• Exercise aim:
Until you reach the line containing "desk.goto(found[0])", reproduce each line of the listing exactly, please, and include that line as well.

• Material provided:
Segment Open

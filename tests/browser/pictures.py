"""Takes the README's pictures anew from the demo survey: python -m tests.browser.pictures"""

from __future__ import annotations

import io
import re
import tempfile
from pathlib import Path

from PIL import Image
from playwright.sync_api import Page, sync_playwright

from tests.browser import walk
from tests.browser.conftest import ARGUMENTS, PHONE
from tests.browser.find import chromium
from tests.conftest import ROOT, Server

FOLDER = ROOT / "demo_survey" / "screens"
COLOURS = 48


def keep(page: Page, name: str, *, height: int | None = None) -> None:
    """The page as a small PNG."""
    clip = {"x": 0, "y": 0, "width": page.viewport_size["width"], "height": height} if height else None
    image = Image.open(io.BytesIO(page.screenshot(clip=clip, full_page=height is not None))).convert("RGB")
    image.quantize(COLOURS, dither=Image.Dither.NONE).save(FOLDER / name, optimize=True)


def main() -> None:
    """Serve the demo, walk through it, keep three pictures."""
    FOLDER.mkdir(exist_ok=True)
    with tempfile.TemporaryDirectory() as folder, sync_playwright() as playwright:
        server = Server(Path(folder), command=("demo",)).start()
        browser = playwright.chromium.launch(executable_path=chromium(), args=ARGUMENTS)
        try:
            desk = browser.new_page(viewport={"width": 1280, "height": 900})
            found = re.search(r"http\S+/way-in/\S+", server.log())
            joining = re.search(r"http\S+/phone/#join=\S+", server.log())
            assert found
            assert joining
            desk.goto(found[0])
            desk.get_by_role("button", name="Sign in").click()
            desk.wait_for_url("**/surveys")
            desk.goto(f"{server.address}/surveys/desertdem0/day?day=all")
            keep(desk, "day-sheet.png", height=1000)
            page = browser.new_context(**PHONE, color_scheme="light").new_page()
            page.goto(joining[0])
            page.get_by_role("button", name="Maren").click()
            page.get_by_role("button", name="Join", exact=True).click()
            walk.choose_site(page, "Tamrel Combs")
            walk.type_number(page, "Crest bearing", "052")
            walk.say(page, "Read from", "magnetic")
            keep(page, "reading.png")
            walk.go(page, "Finding")
            page.locator(".sample .sentence").first.wait_for()
            keep(page, "finding.png")
        finally:
            browser.close()
            server.stop()


if __name__ == "__main__":
    main()
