"""The lead's pages in a real browser: set-up, every page in every light and width, keyboard, print, awkward data."""

from __future__ import annotations

import re
from collections.abc import Callable, Iterator
from pathlib import Path

import pytest
from playwright.sync_api import Browser, Page, expect

from tests.browser import walk
from tests.browser.conftest import watched_errors
from tests.conftest import Server
from tests.imports import files

DEMO = "desertdem0"
LONG = "A very long name of a site that somebody typed without a thought for widths"
TOO_WIDE = "document.documentElement.scrollWidth - document.documentElement.clientWidth"


@pytest.fixture(scope="module")
def demo(tmp_path_factory: pytest.TempPathFactory) -> Iterator[Server]:
    """A server with the demonstration survey."""
    server = Server(tmp_path_factory.mktemp("demo"), command=("demo",)).start()
    yield server
    server.stop()


@pytest.fixture(scope="module")
def signed_in(demo: Server, browser: Browser, tmp_path_factory: pytest.TempPathFactory) -> Path:
    """The demo lead's cookies, kept for every page."""
    state = tmp_path_factory.mktemp("state") / "state.json"
    context = browser.new_context()
    page = context.new_page()
    found = re.search(r"http\S+/way-in/\S+", demo.log())
    assert found
    page.goto(found[0])
    page.get_by_role("button", name="Sign in").click()
    page.wait_for_url("**/surveys")
    context.storage_state(path=state)
    context.close()
    return state


@pytest.fixture
def lead(browser: Browser, signed_in: Path) -> Iterator[Page]:
    context = browser.new_context(storage_state=signed_in, viewport={"width": 1280, "height": 900})
    page = context.new_page()
    errors = watched_errors(page)
    yield page
    context.close()
    assert errors == []


def pages(page: Page, demo: Server) -> list[str]:
    """An address of every kind of page that a lead sees."""
    base = f"/surveys/{DEMO}"
    page.goto(f"{demo.address}{base}/day?day=all")
    site = page.locator("tbody th a").first.get_attribute("href") or ""
    page.goto(f"{demo.address}{site}")
    observation = page.locator("table.rows tbody th a").first.get_attribute("href") or ""
    return [
        "/surveys", "/surveys/new", base, f"{base}/day", f"{base}/day?day=all", site, observation, f"{base}/site", f"{base}/export",
        f"{base}/import", "/dictionary", "/cautions",
    ]


def test_a_first_lead_sets_a_survey_up(new_server: Callable[..., Server], desk: Page, tmp_path: Path) -> None:
    server = new_server().start()
    walk.become_lead(desk, server.log())
    survey = walk.create_survey(desk, server.address, name="رمل الشمال", time_zone="Etc/GMT-4", target_half_width_deg="10")
    walk.add_site(desk, server.address, survey, name=LONG, lat_deg="-19.9", lon_deg="66.0")
    assert walk.joining_code(desk, server.address, survey)
    # GPX of another device: looked at first, then written.
    walk_file = tmp_path / "walk.gpx"
    walk_file.write_text(files.HANDHELD, encoding="utf-8")
    desk.goto(f"{server.address}/surveys/{survey}/import")
    desk.get_by_label("File").set_input_files(walk_file)
    desk.get_by_role("button", name="Read the file").click()
    expect(desk.get_by_text("3 sites, 2 tracks.")).to_be_visible()
    desk.get_by_role("button", name="Import it").click()
    expect(desk.get_by_role("heading", name="Imported from walk.gpx")).to_be_visible()
    desk.get_by_role("link", name="Day sheet").first.click()
    expect(desk.get_by_role("link", name=LONG)).to_be_visible()
    expect(desk.get_by_role("link", name="علامة")).to_be_visible()
    expect(desk.get_by_text("Nothing has been handed over yet")).to_be_visible()
    assert desk.evaluate(TOO_WIDE) <= 0


@pytest.mark.parametrize("width", [1280, 360])
def test_no_page_is_wider_than_its_window_in_any_light(demo: Server, lead: Page, width: int) -> None:
    found = pages(lead, demo)
    lead.set_viewport_size({"width": width, "height": 800})
    for theme in ("", "sunlit", "dark"):
        lead.goto(f"{demo.address}/cautions")
        lead.get_by_label("Light").select_option(theme)
        for path in found:
            lead.goto(demo.address + path)
            assert lead.evaluate(TOO_WIDE) <= 0, (path, theme)
            assert lead.locator("h1").count() == 1, path


def test_the_light_that_was_chosen_stays(demo: Server, lead: Page) -> None:
    lead.goto(f"{demo.address}/surveys/{DEMO}/day")
    colour = "getComputedStyle(document.body).backgroundColor"
    lead.get_by_label("Light").select_option("paper")
    paper = lead.evaluate(colour)
    lead.get_by_label("Light").select_option("dark")
    dark = lead.evaluate(colour)
    lead.reload()
    assert lead.evaluate(colour) == dark != paper


def test_everything_is_reached_by_keyboard_and_seen(demo: Server, lead: Page) -> None:
    lead.goto(f"{demo.address}/surveys/{DEMO}/day?day=all")
    wanted = lead.locator("a[href]:visible, button:visible, select:visible, input:visible").count()
    reached = set()
    for _ in range(wanted + 5):
        lead.keyboard.press("Tab")
        told = lead.evaluate(
            """() => {
                const at = document.activeElement;
                const all = [...document.querySelectorAll('a[href], button, select, input')];
                const style = getComputedStyle(at);
                return [all.indexOf(at), style.outlineStyle !== 'none' && parseFloat(style.outlineWidth) >= 2];
            }"""
        )
        if told[0] >= 0:
            reached.add(told[0])
            assert told[1], lead.evaluate("document.activeElement.outerHTML")
    assert len(reached) >= wanted


def test_paper_shows_the_page_without_its_controls(demo: Server, lead: Page) -> None:
    lead.goto(f"{demo.address}/surveys/{DEMO}/day?day=all")
    lead.emulate_media(media="print")
    for selector in ("nav", "form", "footer a"):
        for element in lead.locator(selector).all():
            assert not element.is_visible(), selector
    expect(lead.locator("table.day")).to_be_visible()
    expect(lead.get_by_text("local codes and licensed practitioners")).to_be_visible()


def test_every_rose_has_its_words(demo: Server, lead: Page) -> None:
    lead.goto(f"{demo.address}/surveys/{DEMO}/day?day=all")
    roses = lead.locator("table.day svg")
    assert roses.count() >= 20
    for rose in roses.all():
        assert rose.get_attribute("role") == "img"
        assert len(rose.locator("title, desc").first.text_content() or "") > 10


def test_every_export_is_one_touch(demo: Server, lead: Page, tmp_path: Path) -> None:
    lead.goto(f"{demo.address}/surveys/{DEMO}/export")
    for name, ending in (("GeoPackage", ".gpkg"), ("GeoJSON", ".geojson"), ("CSV", ".csv"), ("GPX", ".gpx")):
        with lead.expect_download() as download:
            lead.get_by_role("link", name=name, exact=True).click()
        assert download.value.suggested_filename == f"Orvassa-sand-sea-corridor-4{ending}"
        download.value.save_as(tmp_path / f"file{ending}")
        assert (tmp_path / f"file{ending}").stat().st_size > 10_000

Segment Closed

• Result for this task:
filename tests/browser/pictures.py
"""Takes the README's pictures anew from the demo survey: python -m tests.browser.pictures"""

from __future__ import annotations

import io
import re
import tempfile
from pathlib import Path

from PIL import Image
from playwright.sync_api import Page, sync_playwright

from tests.browser import walk
from tests.browser.conftest import ARGUMENTS, PHONE
from tests.browser.find import chromium
from tests.conftest import ROOT, Server

FOLDER = ROOT / "demo_survey" / "screens"
COLOURS = 48


def keep(page: Page, name: str, *, height: int | None = None) -> None:
    """The page as a small PNG."""
    clip = {"x": 0, "y": 0, "width": page.viewport_size["width"], "height": height} if height else None
    image = Image.open(io.BytesIO(page.screenshot(clip=clip, full_page=height is not None))).convert("RGB")
    image.quantize(COLOURS, dither=Image.Dither.NONE).save(FOLDER / name, optimize=True)


def main() -> None:
    """Serve the demo, walk through it, keep three pictures."""
    FOLDER.mkdir(exist_ok=True)
    with tempfile.TemporaryDirectory() as folder, sync_playwright() as playwright:
        server = Server(Path(folder), command=("demo",)).start()
        browser = playwright.chromium.launch(executable_path=chromium(), args=ARGUMENTS)
        try:
            desk = browser.new_page(viewport={"width": 1280, "height": 900})
            found = re.search(r"http\S+/way-in/\S+", server.log())
            joining = re.search(r"http\S+/phone/#join=\S+", server.log())
            assert found
            assert joining
            desk.goto(found[0])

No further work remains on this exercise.